Между тем игра в экзотику не могла продолжаться бесконечно: уж слишком был ограничен набор кирпичиков, из которых складывалась интрига фильма приключений. Слов нет, Латинскую Америку, Азию, мавританский Восток можно было тасовать в любом количестве комбинаций, но сюжетные схемы повторялись, на штампы восприятия накладывались штампы исполнения, актер терял популярность. «Вся эта группа фильмов, — писал Кракауар, — преклонявшихся перед экзотическим реквизитом, напоминала сон заключенного». Но даже заключенного нельзя приговорить к одним и тем же снам, и зритель требовал разнообразия. Драматургия бегства сама по себе оставалась необходимой, нужно было найти лишь новое направление бегства. И Кристиан-Жак находит его первым: открывая перед тарасконцем возможность побега в прошлое.

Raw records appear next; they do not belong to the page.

"""Aligned intervals -> fitted draws, with what cannot be told apart and honest intervals.

estimate_draws is a short sequence of named stages, each with a typed result:

    rows      design.rows_of          the intervals used and their arrays (Rows)
    terms     terms.plan_terms        what can be told apart: combined groups, loads folded
                                      into the baseload row, flags (TermPlan)
    design    design.BaseloadBuilder  the one design builder (also design() for drift)
              design.design_matrix
    form      choose_form             the baseload form, compared or pinned (FormChoice)
    solve     solve.solve             the fit and the wandering level (Solved)
    intervals intervals.intervals     jackknife, variants hull, by-day projection, credible
                                      forms' spread, schedule edges, tau^2 (Intervals)
    flags     term_results            per-term draws, intervals and flags (TermResults)
    assemble  assemble                Estimates, with fit.json's quality and identifiability
"""

from __future__ import annotations

from collections.abc import Collection
from dataclasses import dataclass, field

import numpy as np
import polars as pl

from disagg.fit.align import NS_PER_H, Aligned, hours_buffer, share_hours
from disagg.fit.design import (  # noqa: F401  (design, baseload_level, weather_specs: API)
    BaseloadBuilder,
    Design,
    Rows,
    _local_days,
    baseload_level,
    degrees,
    design,
    design_matrix,
    rows_of,
    term_hours,
    weather_columns,
    weather_specs,
)
from disagg.fit.intervals import (  # noqa: F401  (re-exported for callers and tests)
    FORM_SENSITIVE,
    JACKKNIFE_BLOCKS,
    MIN_ROWS_PER_COLUMN,
    MORE_FLEXIBLE,
    NUMERICAL_TOL,
    PRIOR_DRIVEN_WEIGHT,
    SCHEDULE_EDGE_MIN,
    SCHEDULE_EDGE_MIN_SWITCHES,
    SCHEDULE_EDGE_SHARE,
    Intervals,
    _project_out_days,
    between_week_variance,
    fitted_of,
    intervals,
    kw_range_text,
    kw_text,
    level_sum_variance,
    level_sum_variances,
    schedule_edge_share,
)
from disagg.fit.select import (
    Form,
    FormChoice,
    compare_forms,
    lowest,
    overdispersion,
    score,
)
from disagg.fit.solve import Priors, Solved, solve
from disagg.fit.solvers import Fit, fit_quality
from disagg.fit.terms import (  # noqa: F401  (re-exported for callers and tests)
    INSEPARABLE_R,
    INSEPARABLE_R2,
    LONG_DESIGN_ROWS,
    Term,
    TermPlan,
    inseparable,
    plan_terms,
)
from disagg.fit.wander import Spacing
from disagg.inputs.config import SiteConfig

# An interval that the stability checks widened by at least this factor is unstable.
UNSTABLE_WIDENING = 1.25
# ... and only when the widened interval matters: its half-width at least this share of the
# draw (common practice, no source). A narrower interval is still widened, but not flagged:
# +-0.1 % of a chiller's draw sends nobody to check the schedule.
UNSTABLE_MIN_HALF_SHARE = 0.02
# "Weak" prior for equipment and baseload columns without one: mean 0, sd 10 x the peak
# metered demand. It only keeps the solve well posed; prior_weight reports when it mattered.
WEAK_SD_FACTOR = 10.0
# Profiles the form comparison tries beside the declared one (the simpler ones it nests).
SIMPLER = {"constant": (), "occupied": ("constant",), "hour-of-week": ("occupied", "constant")}
HOW_LEVELS = 168
# Rows above which the forms are compared on a sample of whole weeks (choose_form): about
# 9 weeks of 15-minute data. Project choice for speed, no outside source.
COMPARE_MAX_ROWS = 6000


@dataclass
class WeatherFit:
    """A draw that varies with outdoor temperature: draw at balance + slope x degrees beyond
    balance (the three-parameter change-point form; ASHRAE Guideline 14 inverse models)."""

    mode: str  # "cooling" (degrees above balance) or "heating" (below)
    balance_temp_c: float
    reference_temp_c: float  # where the term's kw is stated [degC]
    kw_at_balance: float
    slope_kw_per_degc: float
    slope_se_kw_per_degc: float
    # (2, 2) covariance of (draw at balance [kW], slope [kW/degC]), widened as much as the
    # stability checks widened the draw's own interval.
    cov: np.ndarray


@dataclass
class Estimates:
    """Fitted draws and everything the breakdown and fit.json need.

    hours: (n_used, n_terms) equipment-hours of each term [h] in the intervals used;
    base: (n_used, m) baseload columns [h]; y: (n_used,) metered energy [kWh].
    kw, kw_low, kw_high, se_kw: (n_terms,) [kW], NaN for terms not fitted.
    cov_base: (m, m) covariance of the baseload kW [kW^2], widened like the draws.
    """

    terms: list[Term]
    base_names: list[str]
    base_id: str
    frame: pl.DataFrame  # used intervals: start_utc, end_utc, energy_kwh, interval_h
    hours: np.ndarray
    base: np.ndarray
    y: np.ndarray
    fitted: np.ndarray
    kw: np.ndarray
    kw_low: np.ndarray
    kw_high: np.ndarray
    se_kw: np.ndarray
    se_hac_kw: np.ndarray
    se_jackknife_kw: np.ndarray
    base_kw: np.ndarray
    cov_base: np.ndarray
    critical: float
    confidence: float
    fit: Fit
    quality: dict
    identifiability: dict
    variants: dict
    warnings: list[str]
    # Weather terms: weather_hours (n_used, n_terms) hours x degrees beyond balance [h degC];
    # weather: term index -> its WeatherFit.
    weather_hours: np.ndarray | None = None
    weather: dict[int, WeatherFit] = field(default_factory=dict)
    design_coef: np.ndarray | None = None  # the full coefficient vector [kW, kW/degC, kW]
    # The baseload form used and how the others compared (disagg.fit.select).
    form: FormChoice | None = None
    # (n_used,) the wandering level's energy in each interval [kWh] (zero without a level);
    # the baseload row is base @ base_kw + level_kwh.
    level_kwh: np.ndarray | None = None
    # (n_terms,) between-week variance of each draw (DerSimonian-Laird tau^2) [kW^2] and
    # (n_used,) each interval's local week label: the monthly kWh intervals use them.
    tau2_kw2: np.ndarray | None = None
    week: np.ndarray | None = None
    # (n_weeks, n_terms) each week's weight in the fitted draw [h^2] (weeks in increasing
    # order; intervals.BetweenWeeks.gh_h2); None: each week's sum of squared run-hours.
    week_gh_h2: np.ndarray | None = None
    # With the wandering level: local month (year x 100 + month) -> variance of the month's
    # baseload energy, the profile's and the level's together [kWh^2]
    # (intervals.level_sum_variance); None without the level (cov_base then suffices).
    base_var_kwh2: dict[int, float] | None = None
    # The same for the whole range's baseload energy [kWh^2] (None without the level).
    base_range_var_kwh2: float | None = None
    # (time zone, (n_used,) local year x 100 + month of each interval in that zone), as
    # align.frame_arrays made them: the monthly table need not convert the times again.
    local_month: tuple[str, np.ndarray] | None = None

Это отнюдь не тот мотив, на котором основывались бесчисленные картины о «добром, старом времени» начала века, когда все еще казалось сделанным на века. Фернандель играл и в таких картинах: знаменитые «Забавы эскадрона» были одной из них. Но время это было слишком близким и при желании легко отождествимым с предгрозьем второй мировой войны. Бежать надо было дальше — в наивный, забавный и жестокий мир средневековья. И Кристиан-Жак делает «Франциск первый» — бурлескную фантазию, в которой открывает на экране мотив «Янки при дворе короля Артура», по сценарию опять же Поля Фекете, на этот раз тряхнувшего воображением и придумавшего поистине оригинальный сценарий, во многом предвосхитивший позднейшую работу режиссера — «Фанфан-тюльпан» — своим ироническим взглядом на национальную историю, балаганной ревизией многих святынь из школьных учебников, бравурностью и непринужденностью сюжета, достойного, а, впрочем, частично и почерпнутого из лучших средневековых фаблио. Но «Фанфан» был сделан во всеоружии киноискусства пятидесятых годов и был картиной сатирической. «Франциск» — фильм иного времени, иного жанра, иной подоплеки.
Кристиан-Жак еще не может позволить себе просто так, без объяснений, бросить своего героя в средневековье — зритель может не понять, что и как, а значит, — не примет. Мотив еще нов и для режиссера, и Кристиан-Жак разворачивает предысторию, открывая фильм стандартной панорамой Парижа, той иероглифической банальностью мансард, выходов из метро, холмов Монмартра и целующихся парочек, без которых не обходится ни одна картина «из французской жизни». Место действия названо, представлены и герои: бродячий театр Рафаэлло Каскароне раскидывает свои шатры, чтобы представить уважаемой публике музыкальную трагедию «Франциск первый» о любви благородного сеньора к менее благородной дворянке. И Фернандель, в тельняшке с оторванными рукавами, кепочке пуговкой и шейном платке, немедленно взбирается на сцену и выводит хриплые фиоритуры, фальшивит, путает слова, ненароком лобызает хорошенькую партнершу, несет околесицу, темпераментно размахивает руками, как Тальма перед генералом Буонапарте. Он кокетничает с хозяином — он же композитор, он же режиссер, — с партнершей, нечаянно затягивает платок на шее, и глаза его выскакивают из орбит от неожиданного удушья. Он не дает никому рта раскрыть, и партнерша в сердцах бросает: «Ему бы лошадь играть, а не рыцаря». И все они борются с вполне понятным желанием накостылять ему шею и погнать прочь, но… делать нечего, у тенора флюс — и Онорена приходится умасливать комплиментами. А он охорашивается, он поводит плечами — четыре года ждать роли, знать наизусть, завидовать и — дорваться. Хотя, положа руку на сердце, он не слишком уверен в своих силах. И не то чтобы он знал подлинную цену своим способностям, он просто боится, что неожиданное счастье скоро закончится и его сгонят со сцены.
Онорен отправляется за куражом к соседу, бродячему «графу Калиостро», фокуснику и гипнотизеру, старательно загримированному под Вернера Краусса из давнего немецкого «Кабинета доктора Калигари», в залатанный шатер, набитый черепами, скелетами, чучелами и лампами Аладдина, прочим чародейским инвентарем, позволяющим окунуться в таинственный и страшноватый мир мистики и тихого ужаса.